Extracted data entries:
▬▬▬▬▬▬▬▬▬▬
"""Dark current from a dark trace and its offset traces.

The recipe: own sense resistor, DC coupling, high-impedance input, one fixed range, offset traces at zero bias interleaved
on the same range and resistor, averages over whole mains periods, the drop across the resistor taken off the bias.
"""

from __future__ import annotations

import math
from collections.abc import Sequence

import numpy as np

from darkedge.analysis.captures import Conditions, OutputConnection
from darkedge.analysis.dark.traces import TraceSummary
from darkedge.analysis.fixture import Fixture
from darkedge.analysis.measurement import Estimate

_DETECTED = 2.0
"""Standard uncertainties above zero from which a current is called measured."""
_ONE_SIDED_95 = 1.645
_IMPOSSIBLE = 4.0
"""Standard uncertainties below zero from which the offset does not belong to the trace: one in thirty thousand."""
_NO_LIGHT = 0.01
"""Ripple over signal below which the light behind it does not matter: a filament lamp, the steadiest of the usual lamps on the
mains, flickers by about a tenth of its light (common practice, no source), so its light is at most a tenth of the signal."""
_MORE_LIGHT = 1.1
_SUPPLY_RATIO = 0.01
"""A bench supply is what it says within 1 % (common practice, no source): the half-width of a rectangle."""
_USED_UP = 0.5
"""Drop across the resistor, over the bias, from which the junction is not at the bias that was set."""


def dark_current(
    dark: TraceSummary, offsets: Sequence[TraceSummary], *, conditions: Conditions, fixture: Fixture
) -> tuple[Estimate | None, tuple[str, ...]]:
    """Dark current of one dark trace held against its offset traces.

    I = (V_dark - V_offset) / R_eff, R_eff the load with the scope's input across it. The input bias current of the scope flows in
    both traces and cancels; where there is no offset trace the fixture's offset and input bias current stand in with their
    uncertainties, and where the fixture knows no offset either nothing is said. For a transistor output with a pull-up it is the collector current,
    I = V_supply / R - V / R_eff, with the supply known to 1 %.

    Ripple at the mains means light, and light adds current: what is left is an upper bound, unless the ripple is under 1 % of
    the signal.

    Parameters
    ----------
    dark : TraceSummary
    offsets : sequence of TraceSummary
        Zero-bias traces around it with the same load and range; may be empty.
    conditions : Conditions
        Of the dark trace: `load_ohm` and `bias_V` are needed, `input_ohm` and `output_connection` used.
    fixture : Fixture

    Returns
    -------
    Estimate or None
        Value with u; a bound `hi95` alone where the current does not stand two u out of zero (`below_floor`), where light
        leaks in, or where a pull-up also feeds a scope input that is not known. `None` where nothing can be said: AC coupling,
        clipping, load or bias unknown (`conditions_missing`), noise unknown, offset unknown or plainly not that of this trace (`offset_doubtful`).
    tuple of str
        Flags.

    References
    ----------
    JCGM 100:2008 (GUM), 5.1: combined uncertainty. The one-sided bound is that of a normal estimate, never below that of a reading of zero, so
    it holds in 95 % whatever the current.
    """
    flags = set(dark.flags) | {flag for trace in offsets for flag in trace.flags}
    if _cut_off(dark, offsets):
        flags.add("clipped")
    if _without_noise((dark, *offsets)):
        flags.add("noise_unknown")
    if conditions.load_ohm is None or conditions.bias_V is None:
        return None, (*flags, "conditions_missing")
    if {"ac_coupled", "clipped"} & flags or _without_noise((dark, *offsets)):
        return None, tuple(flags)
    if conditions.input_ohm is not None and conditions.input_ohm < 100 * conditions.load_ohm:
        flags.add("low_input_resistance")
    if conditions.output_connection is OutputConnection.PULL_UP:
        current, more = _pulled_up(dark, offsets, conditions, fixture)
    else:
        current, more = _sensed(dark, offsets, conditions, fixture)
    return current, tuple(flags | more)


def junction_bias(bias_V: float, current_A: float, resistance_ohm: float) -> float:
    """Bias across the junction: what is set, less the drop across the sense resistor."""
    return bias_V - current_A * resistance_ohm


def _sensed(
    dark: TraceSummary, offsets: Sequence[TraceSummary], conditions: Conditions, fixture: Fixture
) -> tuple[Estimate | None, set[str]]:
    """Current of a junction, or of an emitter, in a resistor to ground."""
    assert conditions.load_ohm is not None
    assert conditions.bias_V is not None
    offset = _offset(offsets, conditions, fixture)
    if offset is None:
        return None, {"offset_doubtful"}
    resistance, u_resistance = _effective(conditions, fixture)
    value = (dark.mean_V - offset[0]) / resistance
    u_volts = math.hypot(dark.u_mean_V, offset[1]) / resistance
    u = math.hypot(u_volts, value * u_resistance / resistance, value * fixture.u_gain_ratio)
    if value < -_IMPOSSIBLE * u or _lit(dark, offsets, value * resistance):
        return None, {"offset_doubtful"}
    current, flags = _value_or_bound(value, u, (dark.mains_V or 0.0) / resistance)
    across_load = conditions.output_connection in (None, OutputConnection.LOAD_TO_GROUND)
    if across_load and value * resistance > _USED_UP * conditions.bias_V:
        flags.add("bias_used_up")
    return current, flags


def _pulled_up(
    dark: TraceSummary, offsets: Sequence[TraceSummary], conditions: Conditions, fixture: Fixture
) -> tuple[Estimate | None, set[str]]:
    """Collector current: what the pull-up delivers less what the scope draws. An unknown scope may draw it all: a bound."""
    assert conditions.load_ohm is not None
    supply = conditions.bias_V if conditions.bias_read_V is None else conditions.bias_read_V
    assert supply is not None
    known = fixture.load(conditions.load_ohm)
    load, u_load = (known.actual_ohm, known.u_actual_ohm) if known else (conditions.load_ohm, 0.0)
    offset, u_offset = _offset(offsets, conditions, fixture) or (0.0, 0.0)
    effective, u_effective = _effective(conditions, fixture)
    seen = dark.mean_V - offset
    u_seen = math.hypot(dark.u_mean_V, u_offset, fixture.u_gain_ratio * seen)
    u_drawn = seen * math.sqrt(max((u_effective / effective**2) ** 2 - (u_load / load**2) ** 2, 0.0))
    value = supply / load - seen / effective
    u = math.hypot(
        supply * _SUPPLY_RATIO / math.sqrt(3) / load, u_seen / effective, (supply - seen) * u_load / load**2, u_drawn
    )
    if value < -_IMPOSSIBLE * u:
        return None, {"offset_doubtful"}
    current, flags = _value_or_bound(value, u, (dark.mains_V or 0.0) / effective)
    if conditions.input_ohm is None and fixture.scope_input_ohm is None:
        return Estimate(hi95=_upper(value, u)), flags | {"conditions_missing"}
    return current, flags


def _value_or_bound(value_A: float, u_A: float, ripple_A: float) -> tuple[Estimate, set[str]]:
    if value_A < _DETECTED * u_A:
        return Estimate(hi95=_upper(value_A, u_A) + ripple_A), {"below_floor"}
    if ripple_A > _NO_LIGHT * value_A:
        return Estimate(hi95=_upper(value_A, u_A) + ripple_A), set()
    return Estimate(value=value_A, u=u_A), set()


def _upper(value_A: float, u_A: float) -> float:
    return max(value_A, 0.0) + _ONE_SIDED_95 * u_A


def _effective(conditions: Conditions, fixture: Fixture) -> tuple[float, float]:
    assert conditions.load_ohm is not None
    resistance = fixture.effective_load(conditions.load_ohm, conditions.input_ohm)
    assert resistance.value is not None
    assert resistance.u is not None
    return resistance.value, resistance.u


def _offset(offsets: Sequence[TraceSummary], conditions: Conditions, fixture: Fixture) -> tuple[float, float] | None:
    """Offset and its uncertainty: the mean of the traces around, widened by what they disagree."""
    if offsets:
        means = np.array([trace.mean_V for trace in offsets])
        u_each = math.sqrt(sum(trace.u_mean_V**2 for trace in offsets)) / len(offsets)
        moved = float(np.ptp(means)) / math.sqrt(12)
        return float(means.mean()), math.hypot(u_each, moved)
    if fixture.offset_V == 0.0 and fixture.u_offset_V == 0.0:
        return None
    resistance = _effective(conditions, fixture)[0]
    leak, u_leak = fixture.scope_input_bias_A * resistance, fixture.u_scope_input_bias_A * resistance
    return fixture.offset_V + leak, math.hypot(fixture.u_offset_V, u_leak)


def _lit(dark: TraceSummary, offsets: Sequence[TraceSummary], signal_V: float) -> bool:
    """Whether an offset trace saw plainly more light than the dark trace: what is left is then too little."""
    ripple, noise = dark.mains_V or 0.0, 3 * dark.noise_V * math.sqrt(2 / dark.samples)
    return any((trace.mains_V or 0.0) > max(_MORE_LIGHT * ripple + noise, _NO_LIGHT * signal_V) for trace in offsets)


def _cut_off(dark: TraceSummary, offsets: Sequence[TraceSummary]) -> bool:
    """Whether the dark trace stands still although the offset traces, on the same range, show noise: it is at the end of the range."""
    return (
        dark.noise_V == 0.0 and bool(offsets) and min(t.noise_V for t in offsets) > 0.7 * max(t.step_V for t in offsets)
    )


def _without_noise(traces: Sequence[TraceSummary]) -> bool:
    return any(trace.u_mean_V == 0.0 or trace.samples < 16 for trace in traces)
▬▬▬▬▬▬▬▬▬▬
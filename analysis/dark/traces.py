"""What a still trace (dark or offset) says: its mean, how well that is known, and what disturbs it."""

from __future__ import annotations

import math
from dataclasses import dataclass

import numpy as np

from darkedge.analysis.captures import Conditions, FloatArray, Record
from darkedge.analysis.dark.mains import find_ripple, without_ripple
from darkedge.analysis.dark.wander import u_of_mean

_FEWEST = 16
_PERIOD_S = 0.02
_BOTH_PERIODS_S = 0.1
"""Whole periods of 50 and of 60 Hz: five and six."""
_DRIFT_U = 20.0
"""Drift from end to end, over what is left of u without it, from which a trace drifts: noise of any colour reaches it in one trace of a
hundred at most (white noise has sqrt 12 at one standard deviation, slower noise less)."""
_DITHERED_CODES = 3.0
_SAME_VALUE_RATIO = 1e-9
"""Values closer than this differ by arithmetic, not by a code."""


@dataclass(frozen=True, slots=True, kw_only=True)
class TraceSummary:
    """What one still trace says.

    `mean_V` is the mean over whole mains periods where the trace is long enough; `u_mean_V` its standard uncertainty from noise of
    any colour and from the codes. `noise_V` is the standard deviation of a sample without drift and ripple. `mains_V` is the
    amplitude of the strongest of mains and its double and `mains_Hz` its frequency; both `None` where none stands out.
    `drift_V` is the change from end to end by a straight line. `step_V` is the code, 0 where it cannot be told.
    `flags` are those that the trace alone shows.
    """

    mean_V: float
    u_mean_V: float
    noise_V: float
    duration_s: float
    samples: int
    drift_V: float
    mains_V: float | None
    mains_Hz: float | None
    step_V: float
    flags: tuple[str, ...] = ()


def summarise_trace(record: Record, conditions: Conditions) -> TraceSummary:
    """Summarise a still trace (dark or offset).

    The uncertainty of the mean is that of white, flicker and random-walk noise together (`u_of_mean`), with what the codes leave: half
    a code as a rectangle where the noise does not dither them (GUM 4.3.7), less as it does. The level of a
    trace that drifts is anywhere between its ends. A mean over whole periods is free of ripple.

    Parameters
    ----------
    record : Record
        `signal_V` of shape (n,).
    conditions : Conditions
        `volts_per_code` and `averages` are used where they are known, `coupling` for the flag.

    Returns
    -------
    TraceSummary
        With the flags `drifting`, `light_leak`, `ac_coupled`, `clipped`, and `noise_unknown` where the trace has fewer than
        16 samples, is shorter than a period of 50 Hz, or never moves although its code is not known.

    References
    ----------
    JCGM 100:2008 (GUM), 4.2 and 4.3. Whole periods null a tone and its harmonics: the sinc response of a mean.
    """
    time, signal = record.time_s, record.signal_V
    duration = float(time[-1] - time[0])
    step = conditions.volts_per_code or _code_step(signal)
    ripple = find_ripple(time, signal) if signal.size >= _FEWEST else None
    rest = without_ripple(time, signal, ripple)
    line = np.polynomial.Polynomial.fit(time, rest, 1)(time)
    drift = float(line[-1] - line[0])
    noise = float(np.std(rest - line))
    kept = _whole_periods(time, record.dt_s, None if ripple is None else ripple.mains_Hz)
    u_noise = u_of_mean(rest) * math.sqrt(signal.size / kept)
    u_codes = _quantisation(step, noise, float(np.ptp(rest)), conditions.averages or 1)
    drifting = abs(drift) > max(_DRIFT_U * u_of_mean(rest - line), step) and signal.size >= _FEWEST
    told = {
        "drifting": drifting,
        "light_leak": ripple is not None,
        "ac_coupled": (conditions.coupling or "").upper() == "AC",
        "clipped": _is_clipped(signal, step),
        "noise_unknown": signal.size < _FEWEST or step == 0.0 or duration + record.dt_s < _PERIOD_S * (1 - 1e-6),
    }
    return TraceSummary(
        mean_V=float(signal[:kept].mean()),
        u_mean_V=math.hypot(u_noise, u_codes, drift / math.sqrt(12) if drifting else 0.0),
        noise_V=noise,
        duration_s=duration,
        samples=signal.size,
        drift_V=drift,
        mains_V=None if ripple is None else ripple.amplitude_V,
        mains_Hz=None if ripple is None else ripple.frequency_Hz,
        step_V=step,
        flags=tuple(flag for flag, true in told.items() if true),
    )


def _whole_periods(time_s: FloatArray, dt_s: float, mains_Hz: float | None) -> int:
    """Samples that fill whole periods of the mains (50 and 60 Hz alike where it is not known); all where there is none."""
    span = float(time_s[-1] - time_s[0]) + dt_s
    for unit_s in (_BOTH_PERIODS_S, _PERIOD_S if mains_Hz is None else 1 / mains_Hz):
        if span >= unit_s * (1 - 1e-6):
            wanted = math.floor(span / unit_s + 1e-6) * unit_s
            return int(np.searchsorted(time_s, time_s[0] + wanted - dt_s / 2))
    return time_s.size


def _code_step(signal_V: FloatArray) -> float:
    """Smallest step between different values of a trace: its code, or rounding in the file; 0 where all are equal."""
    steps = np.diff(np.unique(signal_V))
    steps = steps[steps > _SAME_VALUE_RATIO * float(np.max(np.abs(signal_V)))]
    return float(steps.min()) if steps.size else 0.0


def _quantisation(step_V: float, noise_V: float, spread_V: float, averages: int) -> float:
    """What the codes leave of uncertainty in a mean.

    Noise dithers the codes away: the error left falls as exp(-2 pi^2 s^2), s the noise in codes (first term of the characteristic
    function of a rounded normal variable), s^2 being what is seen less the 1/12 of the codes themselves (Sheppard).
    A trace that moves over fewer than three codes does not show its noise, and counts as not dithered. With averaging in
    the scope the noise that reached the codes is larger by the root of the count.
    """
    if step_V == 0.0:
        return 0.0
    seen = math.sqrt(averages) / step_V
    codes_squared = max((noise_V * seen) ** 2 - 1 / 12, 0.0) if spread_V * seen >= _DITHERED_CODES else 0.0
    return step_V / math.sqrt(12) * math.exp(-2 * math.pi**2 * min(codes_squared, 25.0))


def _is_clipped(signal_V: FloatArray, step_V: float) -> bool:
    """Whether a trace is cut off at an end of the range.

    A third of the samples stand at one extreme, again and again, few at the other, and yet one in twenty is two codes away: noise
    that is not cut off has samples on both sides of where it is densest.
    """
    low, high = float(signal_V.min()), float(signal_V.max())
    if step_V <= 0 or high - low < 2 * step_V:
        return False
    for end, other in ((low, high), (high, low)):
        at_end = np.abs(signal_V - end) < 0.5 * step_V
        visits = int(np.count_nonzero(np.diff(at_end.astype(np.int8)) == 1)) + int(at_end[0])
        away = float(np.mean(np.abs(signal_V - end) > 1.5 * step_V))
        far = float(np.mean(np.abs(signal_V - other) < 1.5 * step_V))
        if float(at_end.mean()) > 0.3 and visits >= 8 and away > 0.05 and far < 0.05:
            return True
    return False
▬▬▬▬▬▬▬▬▬▬
What you will do. Reproduce the entries above exactly, but only the lines between the line holding "span = float(time_s[-1]" and the line holding "step between different", inclusive.

Response area.
    span = float(time_s[-1] - time_s[0]) + dt_s
    for unit_s in (_BOTH_PERIODS_S, _PERIOD_S if mains_Hz is None else 1 / mains_Hz):
        if span >= unit_s * (1 - 1e-6):
            wanted = math.floor(span / unit_s + 1e-6) * unit_s
            return int(np.searchsorted(time_s, time_s[0] + wanted - dt_s / 2))
    return time_s.size


def _code_step(signal_V: FloatArray) -> float:
    """Smallest step between different values of a trace: its code, or rounding in the file; 0 where all are equal."""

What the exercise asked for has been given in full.